[Dataset entries]
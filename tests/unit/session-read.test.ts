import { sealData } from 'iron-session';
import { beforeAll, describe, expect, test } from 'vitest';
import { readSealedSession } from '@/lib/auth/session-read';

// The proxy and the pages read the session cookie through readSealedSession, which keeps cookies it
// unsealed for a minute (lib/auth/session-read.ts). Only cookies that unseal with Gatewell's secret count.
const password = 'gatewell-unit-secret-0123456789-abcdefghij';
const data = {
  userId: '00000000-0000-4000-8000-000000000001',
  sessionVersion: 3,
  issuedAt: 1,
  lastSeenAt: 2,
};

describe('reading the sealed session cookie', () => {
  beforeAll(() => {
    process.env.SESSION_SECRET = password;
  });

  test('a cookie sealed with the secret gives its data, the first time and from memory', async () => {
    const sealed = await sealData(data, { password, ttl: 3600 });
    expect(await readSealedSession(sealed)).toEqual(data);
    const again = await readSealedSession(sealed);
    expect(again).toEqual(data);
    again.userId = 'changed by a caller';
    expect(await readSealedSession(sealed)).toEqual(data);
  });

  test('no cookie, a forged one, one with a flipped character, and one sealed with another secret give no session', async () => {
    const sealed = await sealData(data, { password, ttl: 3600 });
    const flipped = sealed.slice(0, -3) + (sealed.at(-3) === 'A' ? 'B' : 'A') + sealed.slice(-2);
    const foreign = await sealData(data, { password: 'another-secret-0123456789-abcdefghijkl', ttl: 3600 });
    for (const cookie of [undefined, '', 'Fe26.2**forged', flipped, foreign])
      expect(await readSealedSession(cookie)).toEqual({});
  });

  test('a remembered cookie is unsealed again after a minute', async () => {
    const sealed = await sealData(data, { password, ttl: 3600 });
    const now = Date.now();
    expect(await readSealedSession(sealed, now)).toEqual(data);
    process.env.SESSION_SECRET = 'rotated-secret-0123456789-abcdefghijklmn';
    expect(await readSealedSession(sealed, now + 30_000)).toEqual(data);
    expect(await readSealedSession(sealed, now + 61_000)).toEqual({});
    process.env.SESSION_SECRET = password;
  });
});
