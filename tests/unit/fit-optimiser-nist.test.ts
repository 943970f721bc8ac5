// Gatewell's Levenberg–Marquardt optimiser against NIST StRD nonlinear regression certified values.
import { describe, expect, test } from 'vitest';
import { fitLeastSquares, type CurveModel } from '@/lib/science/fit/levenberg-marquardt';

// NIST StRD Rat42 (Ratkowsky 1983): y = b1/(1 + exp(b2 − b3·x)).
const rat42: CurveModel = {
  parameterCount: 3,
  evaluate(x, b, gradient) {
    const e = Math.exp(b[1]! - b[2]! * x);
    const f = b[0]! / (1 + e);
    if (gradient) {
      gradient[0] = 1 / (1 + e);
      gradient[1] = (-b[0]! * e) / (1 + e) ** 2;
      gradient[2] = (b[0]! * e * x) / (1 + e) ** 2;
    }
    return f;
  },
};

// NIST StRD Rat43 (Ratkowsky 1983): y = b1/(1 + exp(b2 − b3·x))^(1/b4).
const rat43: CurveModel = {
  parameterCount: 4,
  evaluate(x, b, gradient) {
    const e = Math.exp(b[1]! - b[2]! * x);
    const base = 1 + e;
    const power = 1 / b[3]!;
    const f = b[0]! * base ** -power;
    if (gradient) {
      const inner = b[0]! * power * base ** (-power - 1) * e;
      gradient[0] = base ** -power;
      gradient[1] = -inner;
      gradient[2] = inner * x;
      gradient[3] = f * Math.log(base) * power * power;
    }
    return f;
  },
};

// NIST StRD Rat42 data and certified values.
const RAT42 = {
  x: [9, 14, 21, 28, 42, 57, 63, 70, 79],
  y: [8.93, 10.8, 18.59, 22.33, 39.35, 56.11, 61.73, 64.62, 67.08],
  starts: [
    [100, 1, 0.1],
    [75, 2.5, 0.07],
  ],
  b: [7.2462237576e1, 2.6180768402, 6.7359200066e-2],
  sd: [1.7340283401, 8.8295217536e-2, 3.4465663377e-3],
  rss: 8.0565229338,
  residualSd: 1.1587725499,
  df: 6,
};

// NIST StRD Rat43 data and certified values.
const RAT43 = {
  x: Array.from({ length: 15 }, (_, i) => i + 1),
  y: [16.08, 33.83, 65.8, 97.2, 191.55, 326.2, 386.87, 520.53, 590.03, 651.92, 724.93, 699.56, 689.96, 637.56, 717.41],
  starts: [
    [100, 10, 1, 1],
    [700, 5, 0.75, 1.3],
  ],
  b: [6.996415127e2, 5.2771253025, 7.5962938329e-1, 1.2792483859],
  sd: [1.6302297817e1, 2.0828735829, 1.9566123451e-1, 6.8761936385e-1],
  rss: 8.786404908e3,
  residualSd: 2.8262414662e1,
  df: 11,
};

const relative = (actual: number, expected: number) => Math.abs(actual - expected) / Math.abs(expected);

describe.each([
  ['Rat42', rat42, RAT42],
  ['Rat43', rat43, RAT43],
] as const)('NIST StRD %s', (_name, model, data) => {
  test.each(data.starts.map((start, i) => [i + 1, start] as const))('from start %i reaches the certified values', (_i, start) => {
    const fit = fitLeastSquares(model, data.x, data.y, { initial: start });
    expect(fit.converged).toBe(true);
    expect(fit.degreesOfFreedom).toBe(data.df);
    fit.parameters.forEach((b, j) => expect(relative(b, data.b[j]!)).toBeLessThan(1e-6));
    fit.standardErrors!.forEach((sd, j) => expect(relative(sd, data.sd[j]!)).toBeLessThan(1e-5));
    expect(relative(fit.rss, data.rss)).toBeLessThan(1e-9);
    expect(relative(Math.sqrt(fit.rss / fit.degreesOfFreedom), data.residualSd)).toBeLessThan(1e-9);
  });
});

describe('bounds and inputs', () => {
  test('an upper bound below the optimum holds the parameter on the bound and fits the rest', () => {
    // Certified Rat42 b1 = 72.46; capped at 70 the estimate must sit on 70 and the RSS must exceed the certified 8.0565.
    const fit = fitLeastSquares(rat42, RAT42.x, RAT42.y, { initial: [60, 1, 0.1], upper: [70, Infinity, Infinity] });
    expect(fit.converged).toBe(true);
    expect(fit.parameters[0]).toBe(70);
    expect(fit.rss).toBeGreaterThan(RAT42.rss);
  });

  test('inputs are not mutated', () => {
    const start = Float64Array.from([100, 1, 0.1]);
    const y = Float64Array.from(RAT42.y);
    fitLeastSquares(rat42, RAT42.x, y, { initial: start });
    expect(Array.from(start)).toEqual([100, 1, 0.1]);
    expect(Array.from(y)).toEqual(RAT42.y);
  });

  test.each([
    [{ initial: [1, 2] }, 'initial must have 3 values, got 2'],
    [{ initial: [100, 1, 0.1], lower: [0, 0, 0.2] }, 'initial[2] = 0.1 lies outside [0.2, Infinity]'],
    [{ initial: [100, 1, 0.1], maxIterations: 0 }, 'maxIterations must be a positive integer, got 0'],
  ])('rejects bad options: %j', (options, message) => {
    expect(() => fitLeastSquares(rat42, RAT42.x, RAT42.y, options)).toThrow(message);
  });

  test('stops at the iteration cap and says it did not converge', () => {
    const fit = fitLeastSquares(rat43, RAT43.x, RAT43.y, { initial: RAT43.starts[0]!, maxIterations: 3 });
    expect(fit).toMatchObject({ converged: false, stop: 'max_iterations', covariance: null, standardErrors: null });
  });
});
---
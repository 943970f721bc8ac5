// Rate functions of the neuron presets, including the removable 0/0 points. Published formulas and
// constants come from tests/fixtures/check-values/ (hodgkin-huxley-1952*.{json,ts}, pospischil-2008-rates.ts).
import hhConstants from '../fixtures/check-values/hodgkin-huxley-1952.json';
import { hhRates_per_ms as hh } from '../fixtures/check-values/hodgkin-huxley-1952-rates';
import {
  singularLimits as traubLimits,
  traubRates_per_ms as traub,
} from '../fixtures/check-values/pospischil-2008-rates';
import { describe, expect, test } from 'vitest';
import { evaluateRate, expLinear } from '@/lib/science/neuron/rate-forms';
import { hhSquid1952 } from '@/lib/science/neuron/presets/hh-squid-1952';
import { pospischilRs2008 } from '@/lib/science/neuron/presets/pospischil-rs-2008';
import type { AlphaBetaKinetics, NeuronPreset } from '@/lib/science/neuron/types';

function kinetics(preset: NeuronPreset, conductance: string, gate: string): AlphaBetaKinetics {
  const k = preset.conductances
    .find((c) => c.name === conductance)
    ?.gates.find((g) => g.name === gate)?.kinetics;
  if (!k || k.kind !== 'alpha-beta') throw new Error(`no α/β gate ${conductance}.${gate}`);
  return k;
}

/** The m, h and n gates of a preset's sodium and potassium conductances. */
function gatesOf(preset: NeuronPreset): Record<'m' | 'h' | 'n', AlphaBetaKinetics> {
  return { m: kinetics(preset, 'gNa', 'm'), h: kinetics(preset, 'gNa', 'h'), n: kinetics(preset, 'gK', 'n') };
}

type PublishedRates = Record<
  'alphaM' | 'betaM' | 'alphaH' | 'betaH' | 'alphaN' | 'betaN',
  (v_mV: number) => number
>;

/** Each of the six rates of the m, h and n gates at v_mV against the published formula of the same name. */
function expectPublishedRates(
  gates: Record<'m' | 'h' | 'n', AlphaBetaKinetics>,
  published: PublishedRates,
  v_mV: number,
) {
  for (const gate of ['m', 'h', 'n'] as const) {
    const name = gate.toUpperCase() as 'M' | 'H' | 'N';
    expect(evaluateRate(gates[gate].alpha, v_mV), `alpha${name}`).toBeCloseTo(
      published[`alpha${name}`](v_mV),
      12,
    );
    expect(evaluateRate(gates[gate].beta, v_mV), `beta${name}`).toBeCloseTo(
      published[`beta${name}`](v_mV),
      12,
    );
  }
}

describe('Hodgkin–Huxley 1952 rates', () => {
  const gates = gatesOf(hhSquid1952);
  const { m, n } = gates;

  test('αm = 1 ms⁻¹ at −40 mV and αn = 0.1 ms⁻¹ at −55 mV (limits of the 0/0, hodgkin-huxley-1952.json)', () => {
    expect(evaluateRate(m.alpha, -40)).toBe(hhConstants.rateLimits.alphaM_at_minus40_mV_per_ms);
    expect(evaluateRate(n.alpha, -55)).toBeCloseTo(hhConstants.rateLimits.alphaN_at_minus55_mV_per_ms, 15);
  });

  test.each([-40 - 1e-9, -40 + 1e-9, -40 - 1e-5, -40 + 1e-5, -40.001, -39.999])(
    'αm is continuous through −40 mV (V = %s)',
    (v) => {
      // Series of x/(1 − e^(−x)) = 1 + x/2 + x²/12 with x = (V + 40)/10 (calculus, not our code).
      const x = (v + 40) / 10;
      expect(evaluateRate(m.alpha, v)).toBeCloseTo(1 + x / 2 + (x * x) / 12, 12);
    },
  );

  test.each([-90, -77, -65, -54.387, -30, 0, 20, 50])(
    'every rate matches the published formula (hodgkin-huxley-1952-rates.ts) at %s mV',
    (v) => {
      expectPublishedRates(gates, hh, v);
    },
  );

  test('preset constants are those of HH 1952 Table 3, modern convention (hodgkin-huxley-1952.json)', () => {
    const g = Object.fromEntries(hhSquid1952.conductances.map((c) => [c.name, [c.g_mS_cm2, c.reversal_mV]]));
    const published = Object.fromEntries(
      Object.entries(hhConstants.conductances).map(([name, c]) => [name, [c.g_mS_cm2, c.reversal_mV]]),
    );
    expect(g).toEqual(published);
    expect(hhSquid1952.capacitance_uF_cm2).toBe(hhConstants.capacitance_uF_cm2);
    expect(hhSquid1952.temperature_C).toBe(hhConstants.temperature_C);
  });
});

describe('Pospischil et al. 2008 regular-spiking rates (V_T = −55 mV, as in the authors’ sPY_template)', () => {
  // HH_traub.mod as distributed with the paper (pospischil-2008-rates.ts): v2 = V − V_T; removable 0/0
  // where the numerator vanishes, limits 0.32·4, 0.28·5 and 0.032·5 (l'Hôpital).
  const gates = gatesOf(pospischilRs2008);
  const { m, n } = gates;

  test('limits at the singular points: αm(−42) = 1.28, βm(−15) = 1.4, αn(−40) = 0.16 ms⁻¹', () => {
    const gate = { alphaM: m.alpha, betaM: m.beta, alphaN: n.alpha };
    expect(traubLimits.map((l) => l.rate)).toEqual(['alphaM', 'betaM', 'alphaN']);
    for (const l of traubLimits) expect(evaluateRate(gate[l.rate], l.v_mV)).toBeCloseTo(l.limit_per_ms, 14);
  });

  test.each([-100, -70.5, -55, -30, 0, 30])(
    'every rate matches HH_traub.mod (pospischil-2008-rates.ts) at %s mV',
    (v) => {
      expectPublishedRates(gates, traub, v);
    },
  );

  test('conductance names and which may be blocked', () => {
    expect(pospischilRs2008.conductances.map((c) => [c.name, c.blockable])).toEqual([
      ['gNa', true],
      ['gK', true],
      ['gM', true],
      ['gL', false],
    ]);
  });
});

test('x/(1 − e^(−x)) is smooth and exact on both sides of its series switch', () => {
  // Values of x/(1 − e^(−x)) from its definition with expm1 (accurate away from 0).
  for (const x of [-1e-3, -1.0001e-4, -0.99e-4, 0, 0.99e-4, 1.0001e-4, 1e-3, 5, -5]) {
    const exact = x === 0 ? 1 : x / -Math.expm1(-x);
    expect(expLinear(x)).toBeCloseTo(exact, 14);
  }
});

• **Goal of the exercise**:
A single number is the whole answer here: the number of lines in the data containing "options".

• **Answer to this problem**:
2